The 4102 is a large watch at 46mm overall case diameter with a 24mm wide calfskin band, but even for my smaller wrist, it wears well. The case is actually made of stainless steel, despite its bronzed appearance, and is water resistant to 100 meters. After a few months of use, the bronze finish is unscathed.
A chronograph, the 4102 has industrial-looking buttons surrounding the substantial screw down crown. The buttons functioned perfectly to launch the timer’s hands into motion, reign them in again, and bring the hands back to center. The start/stop button hard clicks on initial activation and soft clicks thereafter. The zeroing button hard clicks each time.

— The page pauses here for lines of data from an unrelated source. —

def run_job(data_dir: str, analysis_id: str, *, workers: int | None = None, cluster: str | None = None) -> str:
    """Run one queued analysis to its end in this process; returns the final status.

    Used as the child-process entry point, and directly by tests.
    """
    from .engine import AnalysisCancelled, AnalysisSettings, SettingsError, run_analysis
    from .ingest import IngestError, load_bytes

    store = Store(data_dir)
    try:
        if not store.claim(analysis_id, os.getpid(), process_start_time(os.getpid())):
            row = store.get_analysis(analysis_id)
            return row.status if row else "failed"
        row = store.get_analysis(analysis_id)
        assert row is not None
        def note_progress(*args, **kwargs) -> None:
            # progress is best effort: a full disk (or a busy database) must not fail the analysis;
            # only the final status write has to land, and it is retried (_retry_write)
            try:
                store.update_progress(*args, **kwargs)
            except sqlite3.OperationalError:
                pass

        cancel_throttle = _Throttle(0.2)
        cancel_state = {"flag": False, "orphaned": False}
        parent = os.getppid()

        def cancel() -> bool:
            if not cancel_state["flag"] and cancel_throttle.ready():
                # A server that died (kill -9) leaves us reparented: stop rather than compute for nobody.
                cancel_state["orphaned"] = os.getppid() != parent
                cancel_state["flag"] = cancel_state["orphaned"] or store.cancel_requested(analysis_id)
            return cancel_state["flag"]

        progress_throttle = _Throttle(0.25)

        def progress(fraction: float, seconds_left: float) -> None:
            if progress_throttle.ready() or fraction >= 1.0:
                left = seconds_left if math.isfinite(seconds_left) else None
                note_progress(analysis_id, fraction, left)

        try:
            dataset = store.get_dataset(row.dataset_id)
            if dataset is None:
                raise SettingsError("the dataset of this analysis is gone")
            note_progress(analysis_id, 0.0, None, phase="reading data")
            table = load_bytes(store.read_blob(dataset.sha256), dataset.name)
            from .kinds import settle
            from .ordering import check_served_order

            settings = settle(table, AnalysisSettings.from_dict(row.settings))  # column kinds (issue 18)
            check_served_order(table, settings)  # also checked at submit; kept for analyses queued before
            # time left from the up-front estimate until the first tile reports a measured one
            from .budget import estimate_work
            from .plan import plan_variables

            estimate = estimate_work(len(plan_variables(table.columns, settings)), len(settings.run_measures),
                                     table.n_rows, settings.permutations)
            note_progress(analysis_id, 0.0, estimate.seconds / max(1, workers or 1), phase="pairs")
            # every pair's verdict label is computed in the tiles, with the pair table
            pair_table = run_analysis(table.data, table.columns, settings, workers=workers, cluster=cluster,
                                      progress=progress, cancel=cancel, verdicts=True)
            verdicts = verdict_labels(pair_table)
            if cancel():
                raise AnalysisCancelled("analysis cancelled")
            from .pairrecords import pack_rows

            note_progress(analysis_id, 1.0, 0.0, phase="figures")
            pages, grid = _page_cache(pair_table, verdicts)
            records = pack_rows(pair_table.rows)
            saved = _retry_write(store, lambda: store.save_results(
                analysis_id, variables=list(pair_table.variables), records=records, verdicts=verdicts,
                seconds=pair_table.seconds, pages=pages, grid=grid))
            if not saved:
                _retry_write(store, lambda: store.finish(analysis_id, "cancelled"))
                return store.get_analysis(analysis_id).status  # type: ignore[union-attr]
            return "done"
        except AnalysisCancelled:
            if cancel_state["orphaned"]:
                _retry_write(store, lambda: store.finish(
                    analysis_id, "interrupted", "the server stopped before this analysis finished; run it again"))
                return "interrupted"
            _retry_write(store, lambda: store.finish(analysis_id, "cancelled"))
            return "cancelled"
        except (SettingsError, IngestError) as exc:
            _retry_write(store, lambda: store.finish(analysis_id, "failed", " ".join(str(exc).split())))
            return "failed"
        except Exception as exc:  # noqa: BLE001 - the user sees one line; the log keeps the traceback
            traceback.print_exc()
            if is_disk_full(exc):
                message = "the disk is full: free some space and run the analysis again"
            else:
                message = f"internal error: {type(exc).__name__}: {exc}"
            _retry_write(store, lambda: store.finish(analysis_id, "failed", message))
            return "failed"
    finally:
        store.close()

The dial is ivory colored with black hashmarks and dot indices. The main hands are gold with luminous centers. A triangular 12 o’clock index and dots are similarly lumed. One thing that did not float my airship was the tiny size of the date box. I found it too diminutive for me to read without cheaters and not in keeping with the other bold features of the watch. A small complaint.
The 4102’s movement is a Miyota quartz two-eye date chronograph. I am a fan of the hash-marked tachymeter around the bezel, which adds to the handsome look, though I doubt I will be timing rockets with it. Another nice touch is the slightly domed, hardened mineral crystal. It gives the watch a little extra shape and a luxury feel.
Also available with a black or dark brown face, the 4100 series retails at $350, but some on-line hunting can bring this down quite a bit. I suggest you view the entire Szanto line. There are many designs to choose from and one will surely capture your imagination, Steampunk or otherwise.